■ Activity ■
Could you set down exactly the lines in the records below between the line holding "bars.Render(p => p.Add(c" and the line holding "var view = HandDetails.Starved(Now).Spectrum!", inclusive?
*** Block opens ***
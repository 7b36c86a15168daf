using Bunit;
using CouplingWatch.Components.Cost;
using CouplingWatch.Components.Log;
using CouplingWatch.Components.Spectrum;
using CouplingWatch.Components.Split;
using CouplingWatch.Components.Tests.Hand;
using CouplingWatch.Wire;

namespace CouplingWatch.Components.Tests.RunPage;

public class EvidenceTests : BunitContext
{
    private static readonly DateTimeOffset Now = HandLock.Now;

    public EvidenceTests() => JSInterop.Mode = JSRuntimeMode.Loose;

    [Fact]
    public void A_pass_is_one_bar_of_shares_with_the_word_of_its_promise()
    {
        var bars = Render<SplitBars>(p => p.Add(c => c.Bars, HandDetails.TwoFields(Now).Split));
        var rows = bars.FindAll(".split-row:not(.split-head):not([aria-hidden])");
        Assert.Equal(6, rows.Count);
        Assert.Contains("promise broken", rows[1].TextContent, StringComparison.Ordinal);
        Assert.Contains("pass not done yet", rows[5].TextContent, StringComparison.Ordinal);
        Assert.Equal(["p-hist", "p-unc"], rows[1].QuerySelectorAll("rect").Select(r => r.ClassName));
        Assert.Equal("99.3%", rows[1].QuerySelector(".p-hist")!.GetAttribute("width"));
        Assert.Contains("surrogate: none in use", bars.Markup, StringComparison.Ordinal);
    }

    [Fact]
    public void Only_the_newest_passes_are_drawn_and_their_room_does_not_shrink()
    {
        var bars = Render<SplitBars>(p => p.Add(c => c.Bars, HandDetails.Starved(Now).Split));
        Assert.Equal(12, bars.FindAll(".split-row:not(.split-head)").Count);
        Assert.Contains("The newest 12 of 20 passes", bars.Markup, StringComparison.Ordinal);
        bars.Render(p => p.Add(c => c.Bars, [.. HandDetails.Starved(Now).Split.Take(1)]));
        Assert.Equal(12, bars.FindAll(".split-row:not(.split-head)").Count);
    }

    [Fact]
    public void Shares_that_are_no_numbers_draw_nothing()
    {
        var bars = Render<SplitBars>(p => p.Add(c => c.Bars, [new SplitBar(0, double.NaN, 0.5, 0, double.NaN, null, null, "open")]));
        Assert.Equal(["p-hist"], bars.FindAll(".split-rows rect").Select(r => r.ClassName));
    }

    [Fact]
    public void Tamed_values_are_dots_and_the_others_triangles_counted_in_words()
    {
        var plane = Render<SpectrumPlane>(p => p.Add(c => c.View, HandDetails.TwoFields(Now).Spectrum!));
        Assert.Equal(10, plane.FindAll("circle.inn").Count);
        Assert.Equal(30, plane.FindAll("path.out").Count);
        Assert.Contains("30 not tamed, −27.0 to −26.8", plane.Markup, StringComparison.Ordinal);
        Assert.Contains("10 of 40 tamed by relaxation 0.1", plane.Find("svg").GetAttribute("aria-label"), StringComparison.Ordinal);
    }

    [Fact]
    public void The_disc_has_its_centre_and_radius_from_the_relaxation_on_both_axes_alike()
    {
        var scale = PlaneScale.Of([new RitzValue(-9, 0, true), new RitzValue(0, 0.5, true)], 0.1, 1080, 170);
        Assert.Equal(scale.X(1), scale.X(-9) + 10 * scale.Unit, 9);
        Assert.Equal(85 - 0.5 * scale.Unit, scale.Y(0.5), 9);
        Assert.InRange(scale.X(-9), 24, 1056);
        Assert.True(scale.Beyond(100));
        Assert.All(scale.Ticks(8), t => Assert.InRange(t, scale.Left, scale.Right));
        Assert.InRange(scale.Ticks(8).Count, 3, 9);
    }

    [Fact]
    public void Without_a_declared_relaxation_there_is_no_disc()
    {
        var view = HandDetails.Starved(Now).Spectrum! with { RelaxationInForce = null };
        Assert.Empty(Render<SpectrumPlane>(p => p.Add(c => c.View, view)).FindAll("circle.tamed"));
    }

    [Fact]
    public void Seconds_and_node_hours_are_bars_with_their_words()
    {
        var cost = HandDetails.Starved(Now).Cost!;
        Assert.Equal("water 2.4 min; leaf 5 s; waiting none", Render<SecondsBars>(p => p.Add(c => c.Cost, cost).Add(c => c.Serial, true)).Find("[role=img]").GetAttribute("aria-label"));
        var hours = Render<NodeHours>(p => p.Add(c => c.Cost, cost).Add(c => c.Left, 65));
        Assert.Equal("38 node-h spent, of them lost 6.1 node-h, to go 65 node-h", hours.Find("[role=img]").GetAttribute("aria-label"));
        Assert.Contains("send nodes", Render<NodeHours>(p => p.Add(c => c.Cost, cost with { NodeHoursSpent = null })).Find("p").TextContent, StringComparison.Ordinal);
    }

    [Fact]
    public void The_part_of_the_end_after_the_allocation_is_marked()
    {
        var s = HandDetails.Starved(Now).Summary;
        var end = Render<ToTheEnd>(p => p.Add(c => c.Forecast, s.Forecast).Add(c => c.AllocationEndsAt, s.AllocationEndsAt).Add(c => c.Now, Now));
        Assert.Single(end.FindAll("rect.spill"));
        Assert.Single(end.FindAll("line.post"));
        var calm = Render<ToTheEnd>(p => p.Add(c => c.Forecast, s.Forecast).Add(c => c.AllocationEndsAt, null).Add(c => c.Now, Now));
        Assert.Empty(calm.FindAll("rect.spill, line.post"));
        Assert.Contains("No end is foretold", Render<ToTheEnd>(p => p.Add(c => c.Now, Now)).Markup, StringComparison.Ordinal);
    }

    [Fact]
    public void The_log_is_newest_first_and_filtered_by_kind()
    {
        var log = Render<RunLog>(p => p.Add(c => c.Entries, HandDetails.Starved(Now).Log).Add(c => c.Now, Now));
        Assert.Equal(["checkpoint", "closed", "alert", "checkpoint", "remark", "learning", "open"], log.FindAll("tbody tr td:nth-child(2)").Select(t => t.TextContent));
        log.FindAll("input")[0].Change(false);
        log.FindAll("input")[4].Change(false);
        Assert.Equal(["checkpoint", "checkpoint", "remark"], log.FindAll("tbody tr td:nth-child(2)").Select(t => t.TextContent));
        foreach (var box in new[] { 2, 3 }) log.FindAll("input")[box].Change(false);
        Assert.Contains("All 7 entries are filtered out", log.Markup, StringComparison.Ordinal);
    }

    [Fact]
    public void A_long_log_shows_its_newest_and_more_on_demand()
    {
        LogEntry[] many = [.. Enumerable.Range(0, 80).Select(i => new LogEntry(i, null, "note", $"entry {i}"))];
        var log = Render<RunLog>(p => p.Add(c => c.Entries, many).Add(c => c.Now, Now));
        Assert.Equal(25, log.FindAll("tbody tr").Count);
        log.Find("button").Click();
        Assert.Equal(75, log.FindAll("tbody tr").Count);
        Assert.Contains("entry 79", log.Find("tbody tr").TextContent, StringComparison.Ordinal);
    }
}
*** Block closes ***
■ Exercise output ■
        bars.Render(p => p.Add(c => c.Bars, [.. HandDetails.Starved(Now).Split.Take(1)]));
        Assert.Equal(12, bars.FindAll(".split-row:not(.split-head)").Count);
    }

    [Fact]
    public void Shares_that_are_no_numbers_draw_nothing()
    {
        var bars = Render<SplitBars>(p => p.Add(c => c.Bars, [new SplitBar(0, double.NaN, 0.5, 0, double.NaN, null, null, "open")]));
        Assert.Equal(["p-hist"], bars.FindAll(".split-rows rect").Select(r => r.ClassName));
    }

    [Fact]
    public void Tamed_values_are_dots_and_the_others_triangles_counted_in_words()
    {
        var plane = Render<SpectrumPlane>(p => p.Add(c => c.View, HandDetails.TwoFields(Now).Spectrum!));
        Assert.Equal(10, plane.FindAll("circle.inn").Count);
        Assert.Equal(30, plane.FindAll("path.out").Count);
        Assert.Contains("30 not tamed, −27.0 to −26.8", plane.Markup, StringComparison.Ordinal);
        Assert.Contains("10 of 40 tamed by relaxation 0.1", plane.Find("svg").GetAttribute("aria-label"), StringComparison.Ordinal);
    }

    [Fact]
    public void The_disc_has_its_centre_and_radius_from_the_relaxation_on_both_axes_alike()
    {
        var scale = PlaneScale.Of([new RitzValue(-9, 0, true), new RitzValue(0, 0.5, true)], 0.1, 1080, 170);
        Assert.Equal(scale.X(1), scale.X(-9) + 10 * scale.Unit, 9);
        Assert.Equal(85 - 0.5 * scale.Unit, scale.Y(0.5), 9);
        Assert.InRange(scale.X(-9), 24, 1056);
        Assert.True(scale.Beyond(100));
        Assert.All(scale.Ticks(8), t => Assert.InRange(t, scale.Left, scale.Right));
        Assert.InRange(scale.Ticks(8).Count, 3, 9);
    }

    [Fact]
    public void Without_a_declared_relaxation_there_is_no_disc()
    {
        var view = HandDetails.Starved(Now).Spectrum! with { RelaxationInForce = null };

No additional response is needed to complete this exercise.